In default deployments, coreDNS queries upstream servers in random order. That is if the resolv.conf of your deployment looks like the below:
nameserver 10.0.0.1
nameserver 10.0.0.2
nameserver 10.0.0.3
You can expect coreDNS to query each nameserver roughly 33% of the time. In most deployments, this is the preferred method as it roughly equally load balances requests across the configured nameservers.
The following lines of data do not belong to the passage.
function FixDetailPanel({ id, onResult }: { id: number; onResult: (message: string) => void }) {
  const fix = useFix(id);
  const accept = useAcceptFix();
  const undo = useUndoFix();
  const [dialog, setDialog] = useState<'accept' | 'decline' | 'undo' | null>(null);
  const heading = useRef<HTMLHeadingElement>(null);

  useEffect(() => {
    heading.current?.focus();
  }, [id, fix.data?.status]);

  if (fix.isPending) return <Loading label="Loading the fix…" />;
  if (fix.isError) return <ErrorState title="The fix could not be loaded" error={fix.error} onRetry={() => void fix.refetch()} />;
  const f = fix.data;
  const conflicts = undoConflictLines(undo.error);

  return (
    <section id="fix-detail" aria-labelledby="fix-detail-title" className="mt-8 rounded-lg border-2 border-moss bg-card p-5 shadow-leaf sm:p-6">
      <h2 id="fix-detail-title" ref={heading} tabIndex={-1} className="text-2xl outline-none">
        “{f.proposedText}” <span aria-hidden="true">→</span>
        <span className="sr-only"> to </span> ‘{f.suggestion.epithet}’
      </h2>
      <p className="mt-1 text-sm">
        Record: <Link to={`/cultivars/${f.suggestion.cultivar.slug}`}>{f.suggestion.acceptedName}</Link>
      </p>
      <dl className="mt-3 grid gap-x-6 gap-y-1 font-ui text-sm sm:grid-cols-[10rem_1fr]">
        <dt className="font-bold text-ink-soft">Status</dt>
        <dd>{TAB_LABELS[f.status]}</dd>
        <dt className="font-bold text-ink-soft">Proposed by</dt>
        <dd>
          {f.source === 'detection' ? 'Automatic detection' : f.proposer}, {dayText(f.createdAt)}
        </dd>
        {f.decidedBy && (
          <>
            <dt className="font-bold text-ink-soft">Decided by</dt>
            <dd>
              {f.decidedBy}, {dayText(f.decidedAt)}
            </dd>
          </>
        )}
        {f.declineReason && (
          <>
            <dt className="font-bold text-ink-soft">Reason</dt>
            <dd>{f.declineReason}</dd>
          </>
        )}
        {f.undoneBy && (
          <>
            <dt className="font-bold text-ink-soft">Undone by</dt>
            <dd>
              {f.undoneBy}, {dayText(f.undoneAt)}
            </dd>
          </>
        )}
      </dl>

      <div className="mt-5 space-y-4">
        {f.status === 'open' && <OpenPreview fix={f} />}
        {(f.status === 'accepted' || f.status === 'undone') && <AuditList fix={f} restored={f.status === 'undone'} />}
      </div>

      {accept.error != null && <div className="mt-4"><FormError message={errorMessage(accept.error)} /></div>}
      {undo.error != null && (
        <div className="mt-4">
          <FormError message={conflicts.length ? 'Nothing was undone: these captions were edited after the fix was accepted, and undoing would overwrite those edits.' : errorMessage(undo.error)}>
            {conflicts.length > 0 && (
              <>
                <ul className="list-disc space-y-1 pl-5">
                  {conflicts.map((line) => (
                    <li key={line}>{line}</li>
                  ))}
                </ul>
                <p className="mt-2 text-sm">Correct them by hand in the caption editor instead.</p>
              </>
            )}
          </FormError>
        </div>
      )}

      <div className="mt-5 flex flex-wrap gap-3">
        {f.status === 'open' && (
          <>
            <Button onClick={() => setDialog('accept')} disabled={f.occurrences === 0}>
              Accept…
            </Button>
            <Button variant="secondary" onClick={() => setDialog('decline')}>
              Decline…
            </Button>
          </>
        )}
        {f.status === 'accepted' && (
          <Button variant="secondary" onClick={() => setDialog('undo')}>
            Undo…
          </Button>
        )}
      </div>

      <ConfirmDialog
        open={dialog === 'accept'}
        title="Accept this spelling fix?"
        confirmLabel="Accept and rewrite the captions"
        busy={accept.isPending}
        onCancel={() => setDialog(null)}
        onConfirm={() =>
          accept.mutate(f.id, {
            onSuccess: (r) => onResult(`Accepted “${f.proposedText}” → ‘${r.fix.suggestion.epithet}’: ${acceptSummary(r.changedCues, r.tracks)}`),
            onSettled: () => setDialog(null),
          })
        }
      >
        <p>
          Every caption where “{f.proposedText}” stands as whole words — {f.occurrences} now, in {f.toursAffected.count} tour{f.toursAffected.count === 1 ? '' : 's'} — will read ‘{f.suggestion.epithet}’. The rest of each caption stays as it is.
        </p>
        <p className="mt-2">“{f.proposedText}” is recorded as a variant of the name. {f.source === 'viewer' ? `${f.proposer} is told by e-mail.` : ''} You can undo it later, as long as nobody edits those captions meanwhile.</p>
      </ConfirmDialog>
      <DeclineDialog fix={f} open={dialog === 'decline'} onClose={() => setDialog(null)} />
      <ConfirmDialog
        open={dialog === 'undo'}
        title="Undo this spelling fix?"
        confirmLabel="Undo the fix"
        tone="danger"
        busy={undo.isPending}
        onCancel={() => setDialog(null)}
        onConfirm={() =>
          undo.mutate(f.id, {
            onSuccess: (r) => onResult(`Undone: ${r.restoredCues} caption${r.restoredCues === 1 ? '' : 's'} read “${f.proposedText}” again, and the variant was removed.`),
            onSettled: () => setDialog(null),
          })
        }
      >
        <p>
          The {f.changedCues} caption{f.changedCues === 1 ? '' : 's'} this fix changed get their earlier text back. If any of them was edited since, nothing is changed and you see which.
        </p>
      </ConfirmDialog>
    </section>
  );
}
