import { useId, useState } from 'react';
import { Button } from '@/components/button';
import { FormError } from '@/components/form-error';
import { errorMessage } from '@/lib/api';
import { RichTextField } from '@/components/rich-text-field';
import { richTextClasses } from '@/lib/rich-text';
import { useSavePairNote, type PairNote as PairNoteDto } from '../api/compare-api';

/** Props of PairNote: one pair, its stored note (if any) and whether this reader may edit it. */
export interface PairNoteProps {
  aId: number;
  bId: number;
  title: string;
  note: PairNoteDto | undefined;
  canEdit: boolean;
}

/**
 * "How to tell them apart" for one pair. Authors and above edit it with the rich-text editor. The
 * server sanitises what is stored, so the note is shown as it comes.
 */
export function PairNote({ aId, bId, title, note, canEdit }: PairNoteProps) {
  const id = useId();
  const save = useSavePairNote();
  const [draft, setDraft] = useState<string | null>(null);
  const editing = draft !== null;

  return (
    <section aria-labelledby={`${id}-h`} className="rounded-lg border border-rule bg-card p-4 shadow-leaf">
      <h3 id={`${id}-h`} className="text-lg">
        {title}
      </h3>
      {editing ? (
        <form
          className="mt-2 space-y-3"
          onSubmit={(e) => {
            e.preventDefault();
            save.mutate({ aId, bId, notesHtml: draft }, { onSuccess: () => setDraft(null) });
          }}
        >
          <RichTextField
            label="How to tell them apart"
            hint="What to look at, and when in the year it shows. Bold, italic, lists and links are kept."
            initialHtml={note?.notesHtml ?? ''}
            onChange={setDraft}
          />
          <FormError message={save.isError ? errorMessage(save.error) : null} />
          <div className="flex flex-wrap gap-3">
            <Button type="submit" busy={save.isPending}>
              Save the note
            </Button>
            <Button variant="secondary" onClick={() => setDraft(null)} disabled={save.isPending}>
              Cancel
            </Button>
          </div>
        </form>
      ) : (
        <>
          {note?.notesHtml ? (
            // Sanitised by the server on save and on the way out.
            <div className={`mt-2 ${richTextClasses}`} dangerouslySetInnerHTML={{ __html: note.notesHtml }} />
          ) : (
            <p className="mt-2 text-ink-soft">No note for this pair yet.{canEdit ? '' : ' Authors of the club can add one.'}</p>
          )}
          {canEdit && (
            <Button variant="secondary" size="sm" className="mt-3" onClick={() => setDraft(note?.notesHtml ?? '')}>
              {note?.notesHtml ? 'Edit the note' : 'Write a note'}
            </Button>
          )}
        </>
      )}
    </section>
  );
}
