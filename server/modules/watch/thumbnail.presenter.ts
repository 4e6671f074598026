import type { MomentThumbnail } from '../../../shared/schemas/search';
import { thumbTileAt } from '../../../shared/thumb-tile';
import type { Tour } from '../../db/entities/tour.entity';
import { mediaUrl } from '../tours/tour.presenter';

/**
 * The preview picture of a moment: the thumbnail-sheet tile for that time (URL through the
 * visibility-checking media route, plus the crop rectangle), else the poster, else null.
 */
export function momentThumbnail(tour: Pick<Tour, 'id' | 'mediaDir' | 'posterFile' | 'thumbStrip'>, ms: number): MomentThumbnail {
  const tile = thumbTileAt(tour.thumbStrip, ms);
  if (tile) {
    return {
      kind: 'tile',
      url: mediaUrl(tour as Tour, tile.sheet.file),
      sheetWidth: tile.sheet.width,
      sheetHeight: tile.sheet.height,
      x: tile.x,
      y: tile.y,
      w: tile.w,
      h: tile.h,
    };
  }
  if (tour.posterFile) return { kind: 'poster', url: mediaUrl(tour as Tour, tour.posterFile) };
  return null;
}

/** The tour page at a moment: seconds with millisecond precision, as the deep link reads them. */
export function momentLink(tourId: number, ms: number): string {
  return `/tours/${tourId}?t=${Number((ms / 1000).toFixed(3))}`;
}
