def _pdf(view: dict, report_date: _dt.date, tag: str) -> tuple[bytes, int]:
    """(PDF bytes, page count) of a view. The dates in the PDF are the report date and its identifier
    is taken from the view's source, date and `tag`, so the same input gives the same bytes."""
    import weasyprint
    from weasyprint.urls import FatalURLFetchingError

    folder = templates_dir()
    html_text = _environment(folder).get_template(TEMPLATE).render(v=view)
    stamp = _dt.datetime(report_date.year, report_date.month, report_date.day, tzinfo=_dt.timezone.utc)
    identifier = hashlib.sha256(f"{view['source']}|{view['report_date']}|{tag}".encode()).hexdigest()[:32]
    try:
        with _source_date_epoch(int(stamp.timestamp())):
            doc = weasyprint.HTML(string=html_text, base_url=str(folder) + os.sep,
                                  url_fetcher=_make_fetcher(folder)).render()
            return doc.write_pdf(pdf_identifier=identifier.encode("ascii")), len(doc.pages)
    except FatalURLFetchingError as exc:
        raise ReportRenderError(str(exc)) from exc.__cause__


def _render_part(spec: tuple) -> tuple[bytes, int]:
    """(PDF bytes, page count) of part `k` of the job, its footers numbered from `first` of `total`."""
    k, first, total = spec
    job = _JOB
    view = _part_view(job["parts"][k], job["common"], job["results"], job["full"], first_page=first,
                      total_pages=total)
    return _pdf(view, job["date"], f"part {k}")


def _join(pdfs: list[bytes]) -> bytes:
    """The parts' PDFs as one document: pages and bookmarks in order, the first part's metadata."""
    from pypdf import PdfReader, PdfWriter

    readers = [PdfReader(io.BytesIO(b)) for b in pdfs]
    writer = PdfWriter()
    for r in readers:
        writer.append(r)
    writer.add_metadata(dict(readers[0].metadata or {}))
    out = io.BytesIO()
    writer.write(out)
    return out.getvalue()


def _as_rows(results: list, full):
    """(rows, full): the listing's rows and the accessor of the rows' full results. Where the results are
    full ones (a `Result`, or an input-error record), each row is the result's summary record with its
    row, description and site name, and `full` (unless given) gives the results themselves."""
    if not any(isinstance(r, Result) for r in results):
        return results, full
    rows = [dict(r.summary_record(), row=r.row, description=r.description,
                 site={"name": r.site.name, "atmospheric_pressure_pa": r.site.atmospheric_pressure_pa})
            if isinstance(r, Result) else r for r in results]
    return rows, full if full is not None else list(results).__getitem__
This serves as a safe starting point, but when one nameserver is located physically closer to the cluster or in the same availability zone, it may be desired to query one nameserver before moving on to others. If this is the case, we can make use of coreDNS's forward plugin. Within the forward plugin configuration, there is a section for policy. By default, this is configured for random.
Let's suppose that we have configured the nameservers in our resolv.conf to be ordered from the closest to the cluster to the furthest. In this case, we would want to use the sequential configuration for our deployment. To make this change, you will need to edit the coreDNS configmap. You can retrieve it with kubectl get cm -o yaml -n kube-system coredns > cm.yaml
. The coredns configmap looks like the below:
apiVersion: v1
kind: ConfigMap
data:
Corefile: |
.:53 {
errors
health {
lameduck 5s
}
ready
kubernetes cluster.local in-addr.arpa ip6.arpa {
pods insecure
fallthrough in-addr.arpa ip6.arpa
ttl 30
}
prometheus :9153
forward . /etc/resolv.conf {
max_concurrent 1000
}
cache 30
loop
reload
loadbalance
}
To enable sequential querying we need to edit the forward section to look like the below:
forward . /etc/resolv.conf {
max_concurrent 1000
policy sequential
}
After editing our yaml and reapplying it to the cluster, you should see your coreDNS pods restarting. If you do not, you can force a rollout restart with kubectl rollout restart deployment -n kube-system coredns
.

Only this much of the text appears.